Liberian women’s peacebuilding work in Peace Huts is a case study in social connectivity and gender-informed approaches to every-day peacebuilding. Most Peace Huts are managed by women who led the Women of Liberia Mass Action for Peace that helped end the country’s fourteen-year civil war from 1989-2003.
The women believed that Peace Huts provided an important space to protect fragile peace gains, and have been working to do this since the end of the war.
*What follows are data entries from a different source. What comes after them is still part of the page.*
//! Sandwich panels under bolts: a soft core in bending, a stiff one as a solid plate, proud flanges.

use ringsum::{
    numerics::{
        columns::{Layer as Bonded, Operator, Plan, Solid, Tie, lumped, span_loads},
        multigrid::{Coarsening, Effort, Multigrid, conjugate_gradients},
    },
    pressure::elastic::{
        Annulus, Body, Bolt, Compliance, Cover, End, FaceFriction, Field, Fineness, HeadModel,
        Height, Inlay, Interface, Layer, Problem, Through, solve,
    },
};

use crate::even;

fn constants(modulus: f64) -> Solid {
    // Poisson's ratio 0: the beam of the textbook.
    Solid {
        first: 0.0,
        shear: 0.5 * modulus,
        ground: [0.0; 2],
    }
}

/// End deflection of a cantilever of three layers per newton, m: length, width, moduli, thicknesses.
fn cantilever([length, width]: [f64; 2], layers: [[f64; 2]; 3], parts: usize) -> f64 {
    let plan = Plan::new(even(length, parts), even(width, 1));
    let shares = vec![1.0; plan.cells()];
    let nodes = 7;
    let mut operator = Operator::<Solid>::new(&plan, &[3 * nodes]);
    for (index, [modulus, height]) in layers.into_iter().enumerate() {
        operator.add_layer(&Bonded {
            shares: &shares,
            group: 0,
            first_node: 2 * index,
            heights: &[height],
            degree: 2,
            constants: constants(modulus),
        });
    }
    let held: Vec<f64> = (0..plan.columns())
        .map(|column| {
            if plan.place(column)[0] == 0.0 {
                1e13
            } else {
                0.0
            }
        })
        .collect();
    for component in 0..3 {
        for node in 0..nodes {
            operator.add_tie(Tie {
                plus: operator.unknown(0, component, node),
                minus: None,
                stencil: lumped(&held),
            });
        }
    }
    // The core carries the shear, evenly over its height.
    let core = [layers[1][1]];
    let mut load = operator.zeros();
    for column in (0..plan.columns()).filter(|column| plan.place(*column)[0] >= length) {
        for (step, part) in span_loads(&core, 2, [0.0, core[0]]).into_iter().enumerate() {
            let at = operator.place(column, operator.unknown(0, 2, 2 + step));
            load[at] = 0.5 * part / core[0];
        }
    }
    let mut multigrid = Multigrid::new(&operator, Coarsening::FULL).expect("it is held");
    let mut moved = operator.zeros();
    let effort = Effort {
        tolerance: 1e-9,
        energy: None,
        reference: None,
        most: 4000,
    };
    conjugate_gradients(&operator, &mut multigrid, (&load, &mut moved), &effort)
        .unwrap_or_else(|stalled| panic!("{} {:e}", stalled.iterations, stalled.residual));
    operator.dot(&load, &moved)
}

// Sandwich theory (Allen 1969, Analysis and Design of Structural Sandwich Panels, from memory):
// w = P L³/(3 D) + P L/S,  D = b (E_f t d²/2 + E_f t³/6 + E_c c³/12),  S = b G_c d²/c.
// Moduli 100 and 1400 to 1; of the softer one half of the deflection is shear. 1 %: the plan's error of
// 64 cells, and the end that cannot warp, which theory leaves free.
#[test]
fn a_soft_core_bends_as_a_sandwich_beam() {
    let [length, width] = [0.25, 0.02];
    let (sheet, core, modulus) = (0.5e-3, 19e-3, 70e9);
    for soft in [700e6, 50e6] {
        let layers = [[modulus, sheet], [soft, core], [modulus, sheet]];
        let found = cantilever([length, width], layers, 64);
        let d = core + sheet;
        let bending = width
            * (0.5 * modulus * sheet * d * d
                + modulus * sheet.powi(3) / 6.0
                + soft * core.powi(3) / 12.0);
        let shear = width * 0.5 * soft * d * d / core;
        let exact = length.powi(3) / (3.0 * bending) + length / shear;
        let off = found / exact - 1.0;
        assert!(off.abs() < 1e-2, "{soft:e} {off}");
    }
}

const SIDE: f64 = 0.06;
const AT: [f64; 2] = [0.03, 0.03];
const FLANGE: f64 = 0.008;
const SEAT: Annulus = Annulus {
    inner: 0.0022,
    outer: 0.0045,
};

fn square([x, y]: [f64; 2]) -> bool {
    (0.0..=SIDE).contains(&x) && (0.0..=SIDE).contains(&y)
}

fn on_flange([x, y]: [f64; 2]) -> bool {
    (x - AT[0]).hypot(y - AT[1]) <= FLANGE
}

fn layer<'a>(cover: &'a Cover<'a>, thickness: f64, modulus: f64) -> Layer<'a> {
    Layer {
        cover,
        thickness,
        youngs_modulus: modulus,
        poisson: 0.33,
        through: Some(Through {
            elements: 1,
            degree: 2,
        }),
        inlay: None,
    }
}

/// Three layers with an insert as stiff as the sheets in all.
fn sandwich<'a>([sheet, core]: [f64; 2], modulus: f64) -> Vec<Layer<'a>> {
    let filled = |thickness: f64, modulus: f64| Layer {
        inlay: Some(Inlay {
            cover: &on_flange,
            youngs_modulus: 70e9,
            poisson: 0.33,
        }),
        ..layer(&square, thickness, modulus)
    };
    vec![
        filled(sheet, 70e9),
        filled(core, modulus),
        filled(sheet, 70e9),
    ]
}

fn solved(panel: Vec<Layer>, (force, gap): (f64, &Height)) -> Field {
    let bounds = [[0.0, SIDE]; 2];
    let bodies = vec![
        Body {
            layers: vec![layer(&square, 4e-3, 70e9)],
            main: 0,
            bounds,
        },
        Body {
            layers: panel,
            main: 0,
            bounds,
        },
    ];
    let found = solve(&Problem {
        bodies,
        interfaces: vec![Interface {
            gap,
            faces: FaceFriction::Frictionless,
            compliance: Compliance::Hard,
        }],
        bolts: vec![Bolt {
            at: AT,
            head: SEAT,
            force,
            hole_radii: vec![0.0022; 2],
            end: End::Thread {
                radius: 0.0022,
                length: 9e-3,
            },
        }],
        stops: [Vec::new(), Vec::new()],
        head: HeadModel::Uniform,
        fineness: Fineness::Coarse,
        most_bytes: 1_000_000_000,
        progress: None,
    });
    found.expect("the joint has a field")
}

// The same grid and polynomials, so that only the weak springs, which know the layers' thickness, and
// the last residual differ: 1e-4 of the peak.
#[test]
fn a_core_as_stiff_as_its_sheets_is_a_solid_plate() {
    let solid = Layer {
        through: Some(Through {
            elements: 3,
            degree: 2,
        }),
        ..layer(&square, 12e-3, 70e9)
    };
    let solid = solved(vec![solid], (2000.0, &|_| 0.0));
    let layered = solved(sandwich([4e-3, 4e-3], 70e9), (2000.0, &|_| 0.0));
    let peak = |field: &Field| {
        let face = &field.faces[0];
        let held = face.pressure.iter().zip(&face.weight);
        held.filter(|(_, weight)| **weight > 1e-7)
            .map(|(pressure, _)| *pressure)
            .fold(0.0, f64::max)
    };
    let whole = peak(&solid);
    for (one, other) in solid.faces[0]
        .pressure
        .iter()
        .zip(&layered.faces[0].pressure)
    {
        assert!((one - other).abs() < 1e-4 * whole, "{one} {other}");
    }
    // A core a hundred times softer is another plate, unless an insert as wide as the contact fills it.
    let moved = |panel: Vec<Layer>| {
        let other = solved(panel, (2000.0, &|_| 0.0));
        let pairs = solid.faces[0].pressure.iter().zip(&other.faces[0].pressure);
        let moved = pairs.map(|(one, other)| (one - other).abs());
        moved.fold(0.0, f64::max) / whole
    };
    let filled = sandwich([0.5e-3, 11e-3], 0.7e9);
    let hollow = filled.iter().map(|layer| Layer {
        inlay: None,
        ..layer.clone()
    });
    let [hollow, filled] = [moved(hollow.collect()), moved(filled)];
    assert!(hollow > 0.05 && filled < 0.02, "{hollow} {filled}");
}

// The force stays on a proud flange: beside it faces stay apart, so that 1e-6 of the force is rounding. Contact on a flat flange does not depend on the force, so what bending adds to the height grows
// in proportion to it: 1e-3, the residual of two solutions.
#[test]
fn a_proud_flange_carries_all_force_and_leaves_its_height_open() {
    let proud = 50e-6;
    let gap = move |point: [f64; 2]| if on_flange(point) { 0.0 } else { proud };
    let fields =
        [500.0, 1000.0].map(|force| solved(sandwich([0.5e-3, 11e-3], 0.7e9), (force, &gap)));
    let plan = &fields[0].mesh.plan;
    for (field, force) in fields.iter().zip([500.0, 1000.0]) {
        let face = &field.faces[0];
        let mut sums = [0.0; 2];
        for (column, (pressure, weight)) in face.pressure.iter().zip(&face.weight).enumerate() {
            sums[usize::from(on_flange(plan.place(column)))] += pressure * weight;
        }
        assert!(sums[0].abs() < 1e-6 * force, "{sums:?}");
        assert!((sums[1] / force - 1.0).abs() < 1e-3, "{sums:?}");
    }
    let [one, two] = [0, 1].map(|index| &fields[index].faces[0]);
    let mut seen = 0;
    for column in 0..plan.columns() {
        let place = plan.place(column);
        if (place[0] - AT[0]).hypot(place[1] - AT[1]) < 1.5 * FLANGE || one.weight[column] <= 0.0 {
            continue;
        }
        let bent = [one, two].map(|face| face.gap[column] - proud);
        assert!(bent[0] > -proud && bent[0].abs() > 1e-9, "{bent:?}");
        assert!((bent[1] / bent[0] - 2.0).abs() < 1e-3, "{bent:?}");
        seen += 1;
    }
    assert!(seen > 20, "{seen}");
}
In recent months, the Women in Peace Network (WIPNET) have been vocal supporters of President Joseph Boaki’s Executive Order to establish the Office of an Economic and War Crimes Court to pursue accountability and restitution for war-time atrocities. Many women who work in Peace Huts view this initiative as central to advancing the work of peacebuilding, reconciliation, and transitional justice. Their support for this court points to the unfinished business of peacebuilding work and the need for accountability to promote social healing.

Peace Huts are a gender-focused adaptation of the Palava Hut system, a centuries-old Liberian community-based forum for addressing intra-group conflicts and domestic disputes. The country’s Truth and Reconciliation Commission Report (2009) recommended that Palava Huts – much like Gacaca Courts in Rwanda – could play an important, complementary role in the broader transitional justice process. But Palava Huts are largely led by men, with interests that may not align with women’s needs.
Women reclaimed this tradition by establishing Peace Huts in various communities to promote gender equality and resolve disputes through conflict resolution and mediation. Yet, they take seriously and insist on using the criminal justice system (instead of mediation) to prosecute crimes such as sexual gender-based violence.
Peacebuilding in Liberia is a multi-sector and societal responsibility. The Peace Building Office, for example, co-ordinates peacebuilding activities for the state. However, women in Peace Huts undertake a good deal of peacebuilding labour and they require crucial and sustained support to do this work.
What Women Do in Peace Huts
Women play multiple roles in Peace Huts all of which is connected to peacebuilding. First, they serve as first responders during crises in their communities. Our research shows that Liberian women, including those who work in Peace Huts, played a critical role in containing the Ebola epidemic in 2014, in some cases losing their own lives while caring for others.
They later drew on the lessons from that experience to help manage the COVID-19 pandemic in 2019. Women in Peace Huts believe that, left unaddressed, crisis can erode fragile peace gains and create conditions for renewed conflict. This view points to how peacebuilding is intertwined with social, religious, and economic challenges. Despite these challenges, women continue their work with limited or no formal support. The women in Peace Huts strive to mediate community conflicts, but sometimes they are unable to complete the resolution process. This is largely due to limited resources, including the lack of volunteers needed to assist in addressing multiple conflicts simultaneously.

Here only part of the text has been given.